OLYMPIA, Wash. - Guns and other weapons would be prohibited at ballot counting sites and school board meetings across the state, under a bill approved by the Washington House Monday.
House Bill 1630, which passed the Democratic-led chamber on a party line 57-41 vote, also bans openly carried firearms at local government meetings and election-related facilities like county election offices, though people who have concealed pistol licenses would be allowed to carry their concealed weapon.
The bill now heads to the Senate for consideration.
Supporters cited the heightened acrimony over elections and COVID-19 mandates as reasons why the restrictions are needed.
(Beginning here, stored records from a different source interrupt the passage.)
"""Running exporter plugins contained.

Each exporter gets its own copy of the results (tables shared copy-on-write, a deep copy
of the summary), so nothing it changes reaches the next exporter or the caller. Any failure
becomes one PluginError naming the plugin and its distribution (`registry.contained`).
After each exporter, what it returned is checked against what is really in the staging
directory: names relative, inside it, existing; files written by an earlier exporter left
alone; lagfield's own names (run.json, `.lagfield*`) not used. Files an exporter wrote but
did not name are results all the same: what is on disk is what gets recorded.
"""

from __future__ import annotations

import copy
import dataclasses
import os
from pathlib import Path, PurePath

from .errors import PluginError
from .outputs import RESERVED_PREFIX, SUMMARY_NAME, list_files
from .registry import contained


def _copy_on_write() -> bool:
    """True when pandas shares data between a DataFrame and its shallow copies only until
    one of them is written (always from pandas 3)."""
    import pandas as pd

    if int(pd.__version__.split(".")[0]) >= 3:
        return True
    return bool(pd.get_option("mode.copy_on_write"))


def private_copy(signals):
    """A copy of `signals` that can be changed without changing `signals`."""
    import pandas as pd

    deep = not _copy_on_write()
    values = {}
    for field in dataclasses.fields(signals):
        value = getattr(signals, field.name)
        if isinstance(value, pd.DataFrame):
            values[field.name] = value.copy(deep=deep)
        else:
            values[field.name] = copy.deepcopy(value)
    return dataclasses.replace(signals, **values)


def _snapshot(root: Path) -> dict[str, tuple]:
    """{relative name: (inode, size, mtime_ns)} of every file under root."""
    out = {}
    for name in list_files(root):
        status = os.lstat(root / name)
        out[name] = (status.st_ino, status.st_size, status.st_mtime_ns)
    return out


def _check_returned(label: str, returned, staging: Path) -> None:
    """PluginError unless what an exporter returned is a list of relative paths that exist
    inside `staging`. None (nothing said) is allowed: the directory is what counts."""
    if returned is None:
        return
    if isinstance(returned, str | bytes) or not isinstance(returned, list | tuple):
        raise PluginError(f"{label} returned {type(returned).__name__} "
                          f"{returned!r:.80}; it must return a list of the file names it wrote")
    root = os.path.realpath(staging)
    for item in returned:
        if not isinstance(item, str | os.PathLike):
            raise PluginError(f"{label} returned {item!r:.80} among its file names; "
                              "each must be a file name (str)")
        name = PurePath(item)
        if name.is_absolute() or ".." in name.parts or not name.parts:
            raise PluginError(f"{label} returned the file name '{item}': names must "
                              "be relative to the directory it was given, without '..'")
        path = staging / name
        if not os.path.lexists(path):
            raise PluginError(f"{label} says it wrote '{item}', but there is no such "
                              "file in the directory it was given")
        if os.path.commonpath([root, os.path.realpath(path)]) != root:
            raise PluginError(f"{label} returned '{item}', which leads outside the "
                              "directory it was given")


def run_exporters(signals, staging: Path, exporters, plugin_options: dict) -> list[str]:
    """Call every exporter (registry PluginInfo) on its own copy of `signals` with its
    `[plugins.<name>]` options, writing into `staging`; returns the files now there."""
    before = _snapshot(staging)
    for info in exporters:
        label = info.quoted
        options = copy.deepcopy(dict(plugin_options.get(info.name, {})))
        with contained(info, f"writing results into {staging}"):
            returned = info.plugin.write(private_copy(signals), staging, options)
        _check_returned(label, returned, staging)
        after = _snapshot(staging)
        for name, identity in before.items():
            if after.get(name) != identity:
                raise PluginError(f"{label} changed or removed '{name}', written by "
                                  "an exporter before it; give the two exporters different "
                                  "file names")
        for name in set(after) - set(before):
            if name == SUMMARY_NAME or name.startswith(RESERVED_PREFIX):
                raise PluginError(f"{label} wrote '{name}', a name lagfield keeps for "
                                  "itself")
        before = after  # what this exporter left is what the next one must leave alone
    return sorted(before)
"With all the conspiracy theories and tension that exist around our electoral process, our dedicated election workers do not need to conduct their jobs in fear," said Democratic Rep. April Berg.
She noted that firearms are already prohibited at several designated places statewide, including restricted areas of jails, courtrooms, taverns and commercial airports.
"We should not allow guns in places where we are performing democracy, period," she said.
Republican Rep. Kelly Chambers said the measure unfairly targets those who have concealed pistol licenses, and "hampers their ability to defend themselves."
"It makes the rest of the community less safe when we continue to chip away at the areas in which these law-abiding citizens are able to carry their weapons in a concealed manner," she said.
Under the bill, it would be illegal to knowingly bring firearms — either openly carried or carried with a concealed pistol license — and other weapons to school board meetings and ballot counting centers. Openly carried weapons would be prohibited at other election-related sites, like elections offices, voting centers and student engagement hubs.
Openly carrying firearms and other weapons would also be prohibited at local government meetings, like city and council meetings. Last year, lawmakers approved a ban on openly carrying guns and other weapons at the Washington state Capitol, part of the Capitol campus and public protests statewide.
Law enforcement is exempt from the restrictions, as are any security personnel hired at a location.
Violation of the law would be a gross misdemeanor, punishable by up to one year in jail and a fine of up to $5,000, or both. Additionally, any person convicted would have their concealed pistol license revoked for three years.
Under the measure, a person must knowingly be in violation of the law in order for the criminal penalty to apply.